[Extracted information]
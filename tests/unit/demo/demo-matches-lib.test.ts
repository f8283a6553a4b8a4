import { createRequire } from 'node:module';
import { describe, expect, it } from 'vitest';
import { resinClockSpec } from '@/lib/cure/resin-spec';
import { dayInZone } from '@/lib/time/dates';
import { installClock } from '@/lib/install/plan-and-flags';
import { deriveInstallState } from '@/lib/install/state';
import { invoiceTotals } from '@/lib/invoice/money';
import { patchLength } from '@/lib/sizing/patch-length';

// The demo seed builds its rows in CommonJS (sequelize-cli requires seeders). These checks hold the rows it
// would store to what the app computes itself, so the demo cannot drift from lib/ again.

type Row = Record<string, unknown> & { id: string };
type Tables = Record<string, Row[]>;
type Spec = {
  company: { min_overlap_per_end_mm: number; hold_reserve?: number; unit_system: 'imperial' | 'metric' };
  jobs: { repairs: unknown[]; install?: { shape?: 'clean' | 'late-inflate' | 'early-deflate' } }[];
};

const require = createRequire(import.meta.url);
const { buildCompany } = require('../../../scripts/demo/build.cjs') as {
  buildCompany: (spec: Spec, options: { now: Date; passwordHash: string }) => Tables;
};
const SCENARIOS: [string, Spec][] = [
  ['main', require('../../../scripts/demo/scenario-main.cjs') as Spec],
  ['second', require('../../../scripts/demo/scenario-second.cjs') as Spec],
];
const NOW = new Date('2026-12-02T15:00:00Z');
// The company default of the migration that added it (companies.hold_reserve), which the demo leaves alone.
const DEFAULT_HOLD_RESERVE = 0.1;

describe.each(SCENARIOS)('the %s demo company', (_name, spec) => {
  const t = buildCompany(spec, { now: NOW, passwordHash: 'not-a-hash' });
  const company = t.companies[0] as Row & {
    min_overlap_per_end_mm: number;
    working_window_safety_margin: number;
    time_zone: string;
  };

  it('plans each patch at the length lib/sizing gives (defect plus the company overlap at each end)', () => {
    expect(t.repairs.length).toBeGreaterThan(0);
    for (const repair of t.repairs) {
      const expected = patchLength({
        defectLengthMm: repair.defect_length_mm as number,
        overlapPerEndMm: company.min_overlap_per_end_mm,
      });
      expect(repair.planned_patch_length_mm).toBe(expected);
    }
  });

  it('stores job days as lib/dates gives them in the company zone', () => {
    for (const kit of t.resin_kits) expect(kit.received_on).toBe(dayInZone(NOW, company.time_zone, -60));
  });

  it('times every install so that lib/install/clock flags exactly the shape the scenario meant', () => {
    // build.cjs makes installs job by job, repair by repair; the first repair of a job takes the job's shape.
    const shapes = spec.jobs.flatMap((job) =>
      job.install ? job.repairs.map((_, position) => (position === 0 ? (job.install!.shape ?? 'clean') : 'clean')) : [],
    );
    expect(t.installs).toHaveLength(shapes.length);
    t.installs.forEach((install, index) => {
      const { plan, flags, problem } = clockOf(t, install, spec);
      expect(problem).toBeNull();
      expect(plan?.deflateAfter).toBeInstanceOf(Date);
      const kinds = flags.map((flag) => flag.kind);
      expect(kinds.includes('late-inflate')).toBe(shapes[index] === 'late-inflate');
      expect(kinds.includes('early-deflate')).toBe(shapes[index] === 'early-deflate');
      // The patch length the crew recorded is the planned one.
      const repair = t.repairs.find((r) => r.id === install.repair_id)!;
      expect(install.patch_length_mm).toBe(repair.planned_patch_length_mm);
    });
  });

  it('totals each invoice with lib/invoice/money (lines, tax on the subtotal, total)', () => {
    for (const invoice of t.invoices) {
      const lines = t.invoice_lines.filter((line) => line.invoice_id === invoice.id);
      const totals = invoiceTotals(
        lines.map((line) => ({ quantity: line.quantity as number, unitPriceCents: line.unit_price_cents as number })),
        invoice.tax_rate_bp as number,
      );
      expect(lines.map((line) => line.amount_cents)).toEqual(totals.amounts);
      expect([invoice.subtotal_cents, invoice.tax_cents, invoice.total_cents]).toEqual([
        totals.subtotalCents,
        totals.taxCents,
        totals.totalCents,
      ]);
    }
  });
});

describe('the demo install shapes', () => {
  it('include clean installs, a late inflation and an early deflation, as the clock tells them apart', () => {
    const spec = SCENARIOS[0][1];
    const t = buildCompany(spec, { now: NOW, passwordHash: 'not-a-hash' });
    const kinds = t.installs.map((install) => clockOf(t, install, spec).flags.map((flag) => flag.kind));
    const clean = kinds.filter((k) => !k.includes('late-inflate') && !k.includes('early-deflate'));
    expect(clean.length).toBeGreaterThan(0);
    expect(kinds.filter((k) => k.includes('late-inflate')).length).toBeGreaterThan(0);
    expect(kinds.filter((k) => k.includes('early-deflate')).length).toBeGreaterThan(0);
  });
});

/** The install's state and lib/install/clock's plan and flags, from the rows the demo would store. */
function clockOf(t: Tables, install: Row, spec: Spec) {
  const company = t.companies[0] as Row & { working_window_safety_margin: number };
  const events = t.install_events
    .filter((event) => event.install_id === install.id)
    .map((event) => ({
      id: event.id,
      type: event.type as never,
      deviceTime: event.device_time as Date,
      payload: JSON.parse(event.payload as string) as Record<string, unknown>,
    }));
  const resin = t.resin_systems.find((r) => r.id === install.resin_system_id)!;
  const kit = t.resin_kits.find((k) => k.id === install.resin_kit_id)!;
  const packer = t.packers.find((p) => p.id === install.packer_id)!;
  const state = deriveInstallState(events);
  const { plan, flags, problem } = installClock({
    state,
    resin: resinClockSpec({
      refTempC: resin.ref_temp_c as number,
      potLifeMin: resin.pot_life_min as number,
      holdMin: resin.hold_min as number,
      fullCureMin: resin.full_cure_min as number,
      minTempC: resin.min_temp_c as number,
      maxTempC: resin.max_temp_c as number,
      sensitivityKind: resin.sensitivity_kind as 'doubling' | 'arrhenius',
      doublingC: (resin.doubling_c as number | undefined) ?? null,
      activationEnergyKj: (resin.activation_energy_kj as number | undefined) ?? null,
    }),
    packer: { minPressureKpa: packer.min_pressure_kpa as number, maxPressureKpa: packer.max_pressure_kpa as number },
    resinKitExpiresOn: kit.expires_on as string,
    safetyMargin: company.working_window_safety_margin,
    holdReserve: spec.company.hold_reserve ?? DEFAULT_HOLD_RESERVE,
    unitSystem: spec.company.unit_system,
    now: install.finished_at as Date,
  });
  return { plan, flags, problem };
}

[The task] Apply a filter for "problem" to the entries and show each line that passes.

[Exercise answer]
      const { plan, flags, problem } = clockOf(t, install, spec);
      expect(problem).toBeNull();
  const { plan, flags, problem } = installClock({
  return { plan, flags, problem };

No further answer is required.